Things went along swimmingly until last weekend, when I noticed a strange, rhythmic clicking and beeping coming from my Web server. Everything seemed to be working – Web sites were all up – I logged on and didn’t see anything odd in the system log files (aside from the fact that a number of people out there seemed to be trying to use FTP to hack my administrative password). So I decided to restart the system, on the off chance that it would clear whatever error was occurring.
Those of you who are Linux gurus probably just did a double facepalm…because, in retrospect, I should have checked the health of my disk array before shutting down. The server didn’t have a hardware RAID controller, so I had built my system with a software RAID1 array – which several sources suggest is both safer and better performing than the “fake RAID” that’s built into the motherboard. Turns out that the first disk in my array (/dev/sda for those who know the lingo) had died, and for some reason, the system wouldn’t boot from the other drive.
This is the point where I did a double facepalm, and muttered a few choice words under my breath. Not that it was a tragedy – all that server did was host my Web sites, and my Web site data was backed up in a couple of places. So I wouldn’t have lost any data if I had rebuilt the server…just several hours of my life that I didn’t really have to spare. So I did what any of you would have done in my place – I started searching the Web.

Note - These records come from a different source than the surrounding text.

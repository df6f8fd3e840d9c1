// The demo factory's floor, simulated: a small discrete-event simulation that moves every
// traveller through its routing, station by station, and writes down the scans an operator
// would have made. Every scan goes through the product's own guard (`evaluateScan`, with
// `now` = the moment of the scan), so the history can never hold a sequence the product
// would refuse, and the final tray states are the guard's own.
//
// The model (invented, but shaped like a small badge factory):
// - Shifts Mon–Sat 08:00–12:00 and 13:00–17:30 factory time (Asia/Shanghai, no daylight
//   saving). Work started near the end of a shift carries on the next morning.
// - Each station works on as many trays at once as its capacity; a tray waits for the first
//   free place (first come, first served). The oven cures around the clock but is loaded
//   during shifts only; plating runs in loads at fixed times of day; the courier collects at
//   16:30, once every tray of the order is packed.
// - Process times scatter around the standard minutes (log-normal); cure times are respected.
// - Some pieces are scrapped with a reason, a few reworked; a few trays are put on hold and
//   released; some orders are held.
import { PriorityQueue } from '@shared/domain/priority-queue';
import type { GuardInput, ValidOverride } from '@shared/domain/guards';
import { evaluateScan } from '@shared/domain/guards';
import { refusalText } from '@shared/domain/scan-messages';
import type { Role, RoutingStep, ScanType, StationKind, TrayState } from '@shared/domain/vocabulary';
import { initialTrayState, standardMinutes } from '@shared/domain/vocabulary';
import type { Rng } from './prng';
import { DEFAULT_REASON_CODES } from './base';
import { cures } from '@shared/domain/traveller';

const REASON_NAMES = new Map(DEFAULT_REASON_CODES.map((r) => [r.code, r.name]));
/** Refusal texts name a hold reason, as the scan service writes them. */
const named = (params: Record<string, string | number | null>) =>
  typeof params.holdReason === 'string' && REASON_NAMES.has(params.holdReason) ? { ...params, holdReason: REASON_NAMES.get(params.holdReason)! } : params;

export const MINUTE = 60_000;
export const HOUR = 60 * MINUTE;
export const DAY = 24 * HOUR;
/** Asia/Shanghai: UTC+8 all year (no daylight saving since 1991). */
export const FACTORY_UTC_OFFSET_MS = 8 * HOUR;
/** Shifts in minutes after local midnight, Monday to Saturday (weekday 1–6; 0 = Sunday). */
export const DEMO_SHIFTS = [
  { start: 8 * 60, end: 12 * 60 },
  { start: 13 * 60, end: 17 * 60 + 30 },
];
export const DEMO_WORKDAYS = [1, 2, 3, 4, 5, 6];
const PLATING_LOADS = [8 * 60 + 30, 10 * 60 + 30, 14 * 60, 16 * 60];
const COURIER_PICKUP = 16 * 60 + 30;

function local(t: number) {
  const l = t + FACTORY_UTC_OFFSET_MS;
  const day = Math.floor(l / DAY);
  return { dayStart: day * DAY - FACTORY_UTC_OFFSET_MS, minute: (l - day * DAY) / MINUTE, weekday: (day + 4) % 7 };
}

/** The first working moment at or after `t`. */
export function nextWorking(t: number): number {
  let cur = t;
  for (let i = 0; i < 14; i++) {
    const { dayStart, minute, weekday } = local(cur);
    if (DEMO_WORKDAYS.includes(weekday)) {
      for (const s of DEMO_SHIFTS) if (minute < s.end) return Math.max(cur, dayStart + s.start * MINUTE);
    }
    cur = dayStart + DAY;
  }
  throw new Error('no working time within two weeks');
}

function shiftEnd(t: number): number {
  const { dayStart, minute } = local(t);
  const s = DEMO_SHIFTS.find((x) => minute >= x.start && minute < x.end);
  if (!s) throw new Error('not in a shift');
  return dayStart + s.end * MINUTE;
}

/** `minutes` of working time after `t` (work stops between shifts and carries on). */
export function addWorking(t: number, minutes: number): number {
  let cur = nextWorking(t);
  let left = minutes * MINUTE;
  for (;;) {
    const end = shiftEnd(cur);
    if (cur + left <= end) return cur + left;
    left -= end - cur;
    cur = nextWorking(end);
  }
}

The first advice I found suggested that I should completely remove the bad drive from the system, and connect the good drive as drive “0.” Tried it, no change. The next advice I found suggested that I boot my system from the Linux CD or DVD, and try the “Linux rescue” function. That sounded like a good idea, so I tried it – but when the rescue utility examined my disk, it claimed that there were no Linux partitions present, despite evidence to the contrary: I could run fdisk -l and see that there were two Linux partitions on the disk, one of which was marked as a boot partition, but the rescue utility still couldn’t detect them, and the system still wouldn’t boot.
I finally stumbled across a reference to something called “SuperGRUB.” “GRUB,” for those of you who know as much about Linux as I did before this happened to me, is the “GNU GRand Unified Bootloader,” from the GNU Project. It’s apparently the bootloader that CentOS uses, and it was apparently missing from the disk I was trying to boot from. But that’s precisely the problem that SuperGRUB was designed to fix!
And fix it it did! I downloaded the SuperGRUB ISO, burned it to a CD, booted my Linux server from it, navigated through a quite intuitive menu structure, told it what partition I wanted to fix, and PRESTO! My disk was now bootable, and my Web server was back (albeit running on only one disk). But that can be fixed as well. I found a new 80 Gb SATA drive (which was all the space I needed) on eBay for $25, installed it, cruised a couple of Linux forums to learn how to (1) use sfdisk to copy the partition structure of my existing disk to the new disk, and (2) use mdadm to add the new disk to my RAID1 array, and about 15 minutes later, my array was rebuilt and my Web server was healthy again.
There are two takeaways from this story:
First, the Internet is a wonderful thing, with amazing resources that can help even a neophyte like me to find enough information to pull my ample backside out of the fire and get my system running again.
Second, all those folks out there whom we sometimes make fun of and accuse of not having a life are actually producing some amazing stuff. I don’t know the guys behind the SuperGRUB project. They may or may not be stereotypical geeks. I don’t know how many late hours were burned, nor how many Twinkies or Diet Cokes were consumed (if any) in the production of the SuperGRUB utility. I do know that it was magical, and saved me many hours of work, and for that, I am grateful. (I’d even ship them a case of Twinkies if I knew who to send it to.) If you ever find yourself in a similar situation, it may save your, um, bacon as well.